Por estas razones, el Programa Hoy No Circula debe sustituirse, o bien, complementarse con otro tipo de medidas que restrinjan el uso diario de todo el transporte privado y cuya implementación sea más sencilla. Incluso, las otras medidas podrían generar ingresos significativos a los gobiernos que las instrumenten. Las opciones más conocidas son los cobros por congestión como los que se han implementado con éxito en Singapur, Londres, Estocolmo y Milán. Otras ciudades como San Francisco, Sao Paulo y Pekín están analizando instrumentar esquemas similares. Estas medidas imponen un costo a los vehículos que buscan circular por zonas o vialidades con alta demanda vehicular. Por lo general, las tarifas se establecen en función de las horas del día con mayor demanda. En el caso de Londres, las tarifas se modifican en función de los niveles de dióxido de carbono (CO2) que libera cada tipo de vehículo.

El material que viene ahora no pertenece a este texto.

"""The workbook, read back."""

import math
import zipfile
from dataclasses import replace
from pathlib import Path

import numpy as np
import openpyxl
import pytest
from openpyxl.worksheet.worksheet import Worksheet

from app.cautions import CAUTIONS
from app.clearance_scale import BANDS, band_of
from app.files import workbook_matrix
from app.files.workbook import write_workbook
from geometry.assess import Assessment
from geometry.states import CODE_OF, STATES, State
from tests.app.files.assessments import (
    named,
    one_couch_angle,
    plain,
    provenance,
    unsurveyed,
    with_readouts,
    without_travel,
)

SHEETS = ["Permitted angles", "Every pair", "Inputs and cautions"]


def written(assessment: Assessment, tmp_path: Path) -> openpyxl.Workbook:
    path = tmp_path / "angles.xlsx"
    write_workbook(assessment, provenance(assessment), path)
    return openpyxl.load_workbook(path)


def header_row(sheet: Worksheet) -> int:
    """Return the last frozen row, which is the header."""
    return int("".join(filter(str.isdigit, sheet.freeze_panes))) - 1


def table_of(sheet: Worksheet) -> list[dict[str, object]]:
    """Return the rows below the header; of columns with one name the first keeps it, the second gets an apostrophe."""
    rows = sheet.iter_rows(min_row=header_row(sheet), values_only=True)
    names: list[str] = []
    for name in next(rows):
        names.append(f"{name}'" if name in names else str(name))
    return [dict(zip(names, row, strict=True)) for row in rows]


def texts_of(sheet: Worksheet) -> str:
    return "\n".join(str(value) for row in sheet.iter_rows(values_only=True) for value in row if value is not None)


def test_the_sheets_are_there_in_order(tmp_path: Path) -> None:
    assert written(plain(), tmp_path).sheetnames == SHEETS


def test_spans_stand_as_arcs_to_copy(tmp_path: Path) -> None:
    rows = table_of(written(plain(), tmp_path)["Permitted angles"])
    assert len(rows) == len(plain().spans)
    for row, span in zip(rows, plain().spans, strict=True):
        assert row["Couch °"] == span.couch_deg % 360.0
        assert row["Start °"] == pytest.approx(span.gantry_from_deg % 360.0, abs=1e-9)
        assert row["Stop °"] == pytest.approx(span.gantry_to_deg % 360.0, abs=1e-9)
        assert row["Direction"] == "CW"
        assert row["Extent °"] == pytest.approx(span.extent_deg, abs=1e-9)
        least, required = row["Least clearance, mm"], row["Required, mm"]
        assert isinstance(least, float)
        assert isinstance(required, int | float)
        assert required <= least <= span.least_clearance_mm + 1e-8
        assert row["Machine part"] == plain().scene.parts[span.machine_part].label
        assert row["Couch part"] == plain().scene.parts[span.couch_part].label


def test_arcs_stand_on_the_machines_own_scales_as_well(tmp_path: Path) -> None:
    rows = table_of(written(with_readouts(), tmp_path)["Permitted angles"])
    for row, span in zip(rows, with_readouts().spans, strict=True):
        assert row["Couch °'"] == (180.0 + span.couch_deg) % 360.0
        assert row["Start °'"] == pytest.approx((180.0 - span.gantry_from_deg) % 360.0, abs=1e-9)
        assert row["Stop °'"] == pytest.approx((180.0 - span.gantry_to_deg) % 360.0, abs=1e-9)
        assert row["Scale"] == "falling"


def test_a_couch_angle_with_nothing_permitted_says_none(tmp_path: Path) -> None:
    spans = tuple(span for span in plain().spans if span.couch_deg != 90.0)
    rows = table_of(written(replace(plain(), spans=spans), tmp_path)["Permitted angles"])
    (row,) = [row for row in rows if row["Couch °"] == 90]
    assert (row["Direction"], row["Extent °"], row["Start °"], row["Machine part"]) == ("none", 0, None, None)


def test_every_pair_is_there_highest_couch_angle_first(tmp_path: Path) -> None:
    sheet = written(plain(), tmp_path)["Every pair"]
    assert sheet.freeze_panes.startswith("B")
    top = header_row(sheet)
    gantry = [cell.value for cell in sheet[top][1:]]
    exact = plain().map
    assert gantry[: len(exact.gantry_deg)] == pytest.approx([angle % 360.0 for angle in exact.gantry_deg])
    for place, i in enumerate(reversed(range(len(exact.couch_deg))), start=1):
        cells = sheet[top + place]
        assert cells[0].value == exact.couch_deg[i] % 360.0
        for j, cell in enumerate(cells[1 : len(exact.gantry_deg) + 1]):
            state, clearance = STATES[plain().state[i, j]], float(exact.clearance_mm[i, j])
            if state is State.CONTACT:
                assert cell.value == "C"
                continue
            assert cell.value == math.floor(clearance)
            letter = {State.SHORT: '0"s"', State.UNPROVED: '0"u"', State.PERMITTED: "0"}[state]
            assert cell.number_format == letter
            colour = cell.fill.fgColor if cell.fill.patternType == "solid" else cell.fill.bgColor
            assert colour.rgb[2:].lower() == BANDS[band_of(clearance)].colour[1:]
            assert (cell.fill.patternType == "solid") == (state is State.PERMITTED)


def test_the_permitted_area_is_outlined(tmp_path: Path) -> None:
    sheet = written(plain(), tmp_path)["Every pair"]
    top, rows = header_row(sheet), len(plain().map.couch_deg)
    permitted = np.pad(plain().state == CODE_OF[State.PERMITTED], 1)
    for i in range(rows):
        for j in range(len(plain().map.gantry_deg)):
            border = sheet.cell(top + rows - i, j + 2).border
            sides = (border.left, border.right, border.top, border.bottom)
            heavy = [side is not None and side.style == "thick" for side in sides]
            here = permitted[i + 1, j + 1]
            beside = (permitted[i + 1, j], permitted[i + 1, j + 2], permitted[i + 2, j + 1], permitted[i, j + 1])
            assert heavy == [bool(here and not other) for other in beside]


def test_missing_distances_and_missing_travel_are_told_by_signs(tmp_path: Path) -> None:
    clearance, state = plain().map.clearance_mm.copy(), plain().state.copy()
    clearance[8, 0], state[8, 0] = np.nan, CODE_OF[State.UNPROVED]
    clearance[8, 1] = np.inf
    state[8, 1] = CODE_OF[State.PERMITTED]
    missing = replace(plain(), map=replace(plain().map, clearance_mm=clearance), state=state)
    sheet = written(missing, tmp_path)["Every pair"]
    assert [sheet.cell(header_row(sheet) + 1, column).value for column in (2, 3)] == ["?", "∞"]
    sheet = written(without_travel(), tmp_path)["Every pair"]
    assert {cell.value for cell in sheet[header_row(sheet) + 1][1:40]} == {"–"}


def test_every_pair_prints_on_one_page_across_with_its_titles(tmp_path: Path) -> None:
    sheet = written(with_readouts(), tmp_path)["Every pair"]
    assert sheet.page_setup.orientation == "landscape"
    assert (sheet.page_setup.fitToWidth, sheet.page_setup.fitToHeight) == (1, 1)
    assert sheet.sheet_properties.pageSetUpPr.fitToPage
    assert sheet.print_title_rows == f"$1:${header_row(sheet)}"
    assert sheet.print_title_cols == "$A:$B"


def test_the_legend_names_every_band_and_state(tmp_path: Path) -> None:
    text = texts_of(written(plain(), tmp_path)["Every pair"])
    for words in ("0–10", "≥ 200", "permitted", "short", "unproved", "contact", "no travel"):
        assert words in text


def test_the_own_scales_stand_beside_the_matrix(tmp_path: Path) -> None:
    sheet = written(with_readouts(), tmp_path)["Every pair"]
    top = header_row(sheet)
    assert [sheet.cell(top - 1, column).value for column in (3, 4)] == [5, 0]
    assert [sheet.cell(top + 1, column).value for column in (1, 2)] == [95, 275]


def test_a_grid_too_fine_for_a_sheet_says_where_to_look(tmp_path: Path, monkeypatch: pytest.MonkeyPatch) -> None:
    monkeypatch.setattr(workbook_matrix, "MOST_CELLS", 100)
    assert "too fine" in texts_of(written(plain(), tmp_path)["Every pair"])


def test_inputs_cautions_and_marks_are_there(tmp_path: Path) -> None:
    workbook = written(plain(), tmp_path)
    text = texts_of(workbook["Inputs and cautions"])
    for caution in CAUTIONS:
        assert caution in text
    for words in (
        provenance(plain()).fingerprint,
        "DEMONSTRATION",
        "the drum turns in the stand",
        "the rule of a test",
    ):
        assert words in text
    for sheet in workbook:
        assert "DEMONSTRATION" in texts_of(sheet)
    assert "UNSURVEYED" in texts_of(written(unsurveyed(), tmp_path)["Permitted angles"])


def test_missing_travel_names_the_stage(tmp_path: Path) -> None:
    text = texts_of(written(without_travel(), tmp_path)["Permitted angles"])
    assert "couch lateral = -400.0 mm is 170.0 mm outside its travel -230 to 230" in text


def test_a_name_cannot_become_a_formula(tmp_path: Path) -> None:
    workbook = written(named(plain(), "=1+1", "=2+2"), tmp_path)
    cells = [cell for sheet in workbook for row in sheet.iter_rows() for cell in row if cell.value is not None]
    assert len([cell for cell in cells if str(cell.value).startswith("=")]) >= 4
    # "f" is a formula.
    assert not [cell for cell in cells if cell.data_type == "f"]


def test_nothing_is_cut_in_the_table(tmp_path: Path) -> None:
    sheet = written(with_readouts(), tmp_path)["Permitted angles"]
    for column in sheet.iter_cols(min_row=header_row(sheet) + 1):
        longest = max(len(str(cell.value)) for cell in column if cell.value is not None)
        assert longest + 1 < sheet.column_dimensions[column[0].column_letter].width


def test_a_bore_has_one_row_of_pairs(tmp_path: Path) -> None:
    workbook = written(one_couch_angle(), tmp_path)
    sheet = workbook["Every pair"]
    assert sheet.cell(header_row(sheet) + 1, 1).value == 0
    assert len(table_of(workbook["Permitted angles"])) == 1


def test_the_same_result_gives_the_same_bytes(tmp_path: Path) -> None:
    paths = [tmp_path / name for name in ("one.xlsx", "other.xlsx")]
    for path in paths:
        write_workbook(plain(), provenance(plain()), path)
    assert paths[0].read_bytes() == paths[1].read_bytes()
    with zipfile.ZipFile(paths[0]) as archive:
        assert {entry.date_time for entry in archive.infolist()} == {(1980, 1, 1, 0, 0, 0)}
        assert archive.testzip() is None
    properties = openpyxl.load_workbook(paths[0]).properties
    assert properties.created.date() == properties.modified.date() == provenance(plain()).date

Otras medidas que pueden continuar impulsándose en las zonas más problemáticas son los parquímetros. Este es otro tipo de cobro por congestión, pero en lugar de cobrar por circular por una zona o vialidad, se hace por estacionarse sobre la vía pública ya que también genera externalidades negativas. Polanco fue una de las primeras colonias que adoptó este tipo de política, y la ocupación de automóviles de la vía pública se redujo en 82% en horas pico (al menos al principio).[2] A pesar de que la implementación de este programa también tiene sus limitaciones, existen algunas alternativas innovadoras que, basadas en la tecnología, prometen mejorar considerablemente su eficacia y eficiencia. Vale la pena analizar el caso de tres ciudades de Puebla,[3] y los programas piloto en Buenos Aires, Argentina, y otras ciudades latinoamericanas, en donde se están desarrollando sistemas virtuales de parquímetros con pagos a través de telefonía móvil y que, al no requerir de la instalación física de los parquímetros, no deterioran la imagen urbana. Lo único que se requiere es delimitar los cajones de estacionamiento y asignarles claves para que quien se estacione ahí pague a través de su teléfono celular o en comercios registrados. Esto tiene varias ventajas. Para el usuario es más seguro y cómodo. Para la autoridad es más barato porque es muy baja la inversión y le ofrece información en tiempo real para la toma de decisiones.

Es importante precisar que las medidas más eficaces para lograr racionalizar el uso de los vehículos hoy recaen en el campo del gobierno federal. Por ejemplo, el impuesto a los combustibles sólo lo puede fijar la Secretaría de Hacienda. Sería ideal que el Congreso federal cambiara esta situación y permitiera a los gobiernos estatales establecer impuestos locales a los combustibles. Otro ejemplo, son los estándares para mejores tecnologías en vehículos ligeros y pesados, que están en la cancha de la SEMARNAT, los cuales se estima que podrían reducir las emisiones de los vehículos nuevos (con la tecnología actual) en alrededor de 80%.[4] Por último, la distribución de combustibles más limpios en todo el país y el retiro gradual de los combustibles sucios, harían viable la introducción de las tecnologías limpias de los vehículos. Esto depende de PEMEX.

En suma, para mejorar la calidad del aire y controlar los niveles de tráfico de esta ciudad, es fundamental atacar el problema de manera integral. Para ello, es necesario lanzar toda una batería de medidas, como las que aquí se delinean, y que han probado su éxito en otras ciudades del mundo, que (algunas) serían más sencillas de implementar y que son más eficaces para lograr que los automovilistas hagan un uso más racional de sus vehículos. Por supuesto, esto no será una opción equitativa si no se ofrecen verdaderas alternativas de movilidad y transporte público.

[1] A pesar de que en la encuesta levantada por la Secretaría del Medio Ambiente del DF sólo el 4.5% de quienes respondieron pensarían comprarse un vehículo nuevo, esto solo refleja las opiniones de la ciudadanía a 24 años de iniciado el Programa. El mayor impacto en las decisiones de compra de vehículos de los hogares fue casi inmediatamente después de que se anunció que dicho programa sería permanente.
[2] Fuente: Por qué apoyar los parquímetros en Coyoacán
[3] Zacatlán, Chignahuapan y Tlatauquitepec (todos son Pueblos Mágicos).
[4] De acuerdo con un estudio del International Council for Clean Transportation (ICCT) para México.